Effects of a high-fat diet on mammary epithelial cells. To investigate the effect of mammary fat pad fibrosis and high-fat diet on mammary epithelial cells, markers of proliferation, basal cell lineage, and stemness were examined in ductal epithelial tissue sections isolated from WT-RD, WT-HFD, and miR-140 KO mice. The immortalized epithelial cell line MCF10A was examined for the same markers after being treated with control SVF medium (10A CTRL) or conditioned medium from SVF cell lines. (A) Immunohistochemistry staining for Ki-67 demonstrated an increase in ductal epithelial cells from obese and miR-140 KO mice. (B) Immunofluorescence staining for basal cell lineage marker CK14 found increased expression in ductal epithelial cells from obese and miR-140 KO mice. (C) Immunofluorescence staining showed that stem cell marker ALDH1 was upregulated in ductal epithelial cells from obese and miR-140 KO mice. (D and E) MCF10A cells were treated with conditioned medium from SVF cells for 48 h before immunofluorescence staining. (D) MCF10A cells treated with conditioned medium from obese and miR-140 KO mouse SVF cells had significantly increased CK14 expression. (E) MCF10A cells treated with conditioned medium from obese-mouse SVF cells had a small increase in Ki-67 expression. MCF10A cells treated with conditioned medium from SVF cells from miR-140 KO mice had significantly increased Ki-67 expression. (F) MCF10A cells treated with conditioned medium from SVF cells from obese and miR-140 KO mice demonstrated significantly increased mammosphere formation.

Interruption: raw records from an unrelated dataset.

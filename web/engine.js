// engine.js starts the engine: the program that computes, in web workers. The
// interface uses it, and so can any other page that loads this one file from the
// folder (it finds engine-program.js beside it):
//
//   <script src="brinefront/engine.js"></script>
//   const result = await brinefront.run(study, request);
//
// brinefront.run(study, request) takes a study as an object, as the file that
// Save writes (see study.schema.json), computes it and resolves to the result as
// an object, in SI. request is optional; {kind: "run"} is its default and the
// other kinds are those of app/wire. It rejects when the engine fails, which is a
// bug of ours; a study that cannot be used is no failure: the result lists its
// problems.
//
// brinefrontEngine.start(onReply, onDead) starts a worker and returns
// {post(text), stop()}. Texts are requests and replies as app/wire has them.
// onDead(reason) is called once when the worker cannot start or stops by itself.
//
// A page with a content security policy has to allow 'wasm-unsafe-eval' for
// scripts and blob: for workers.
import workerScript from "worker-script";
import { compile } from "./programs.js";

const folder = new URL(".", document.currentScript.src).href;

// One compilation for all workers. It begins at once, beside everything else the
// page is doing.
const compiled = program().then((text) => {
  delete self.brinefrontEngineProgram;
  return compile(text);
});

// A page that was never asked to compute must not report a rejection of its own;
// whoever asks is told.
compiled.catch(() => {});

function program() {
  if (self.brinefrontEngineProgram) {
    return Promise.resolve(self.brinefrontEngineProgram);
  }
  return new Promise((resolve, reject) => {
    const script = document.createElement("script");
    script.src = folder + "engine-program.js";
    script.onload = () => resolve(self.brinefrontEngineProgram);
    script.onerror = () => reject(new Error("the file engine-program.js did not load"));
    document.head.appendChild(script);
  });
}

// Blob, because a worker may not be made from a file of a folder.
const workerAddress = URL.createObjectURL(new Blob([workerScript], { type: "text/javascript" }));

function start(onReply, onDead) {
  const waiting = []; // posted before there is a worker
  let worker = null;
  let over = false;

  const die = (reason) => {
    if (over) return;
    over = true;
    worker?.terminate();
    onDead(reason);
  };

  compiled.then((module) => {
    if (over) return;
    worker = new Worker(workerAddress);
    worker.onmessage = ({ data }) => (typeof data === "string" ? onReply(data) : die(data.dead));
    worker.onerror = (event) => die(`The engine stopped: ${event.message}`);
    worker.postMessage(module);
    waiting.splice(0).forEach((text) => worker.postMessage(text));
  }).catch((fault) => die(`The engine could not be started: ${fault.message}.`));

  return {
    post(text) {
      if (over) return;
      worker ? worker.postMessage(text) : waiting.push(text);
    },
    stop() {
      over = true;
      worker?.terminate();
    },
  };
}

// ready resolves when a worker can be started without waiting.
self.brinefrontEngine = { start, ready: compiled };

let shared = null; // the worker of brinefront.run
const asked = new Map();
let last = 0;

function answer(text) {
  const reply = JSON.parse(text);
  const { resolve, reject } = asked.get(reply.id);
  asked.delete(reply.id);
  reply.failure ? reject(new Error(reply.failure)) : resolve(reply.result ?? reply.checks);
}

function giveUp(reason) {
  shared = null; // the next request starts a new worker
  for (const { reject } of asked.values()) reject(new Error(reason));
  asked.clear();
}

self.brinefront = {
  run(study, request = { kind: "run" }) {
    shared ??= start(answer, giveUp);
    const id = ++last;
    return new Promise((resolve, reject) => {
      asked.set(id, { resolve, reject });
      shared.post(JSON.stringify({ ...request, id, study }));
    });
  },
};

Data are means ± SD (n = 3). *, P < 0.05; **, P < 0.005.

FIG 6

Mammary stromal cells from high-fat-diet and miR-140 KO mice promote breast cancer. DCIS cells were cocultured with SVF cells and then replated for functional assays to examine the effect of fibrotic SVF cells on DCIS invasiveness and aggression. (A) DCIS cells were cocultured with SVF cells for 48 h and then replated for mammosphere formation. DCIS cells cocultured with SVF cells from obese and miR-140 KO mice had significantly increased mammosphere formation. (B) After coculture, DCIS cells were plated for a transwell Matrigel invasion assay. (C) DCIS organoids were plated in a 3D Matrigel culture with SVF cells. After 48 h, organoid invasion was measured using ImageJ. DCIS organoids in 3D culture with SVF cells from obese and miR-140 KO mice had much higher levels of 3D invasion than DCIS cells cultured with SVF cells from WT-RD mice or alone. (D) At 48 h after organoid implantation, DCIS organoids in the 3D Matrigel culture with SVF cells were stained for a marker of basal lineage and tumor invasion/aggression, CK14. DCIS organoids cultured with SVF cells from obese and miR-140 KO mice had increased CK14 expression. Data are means ± SD (n = 3). DCIS CTRL, DCIS cells without coculture. *, P < 0.01; **, P < 0.005; ***, P < 0.001.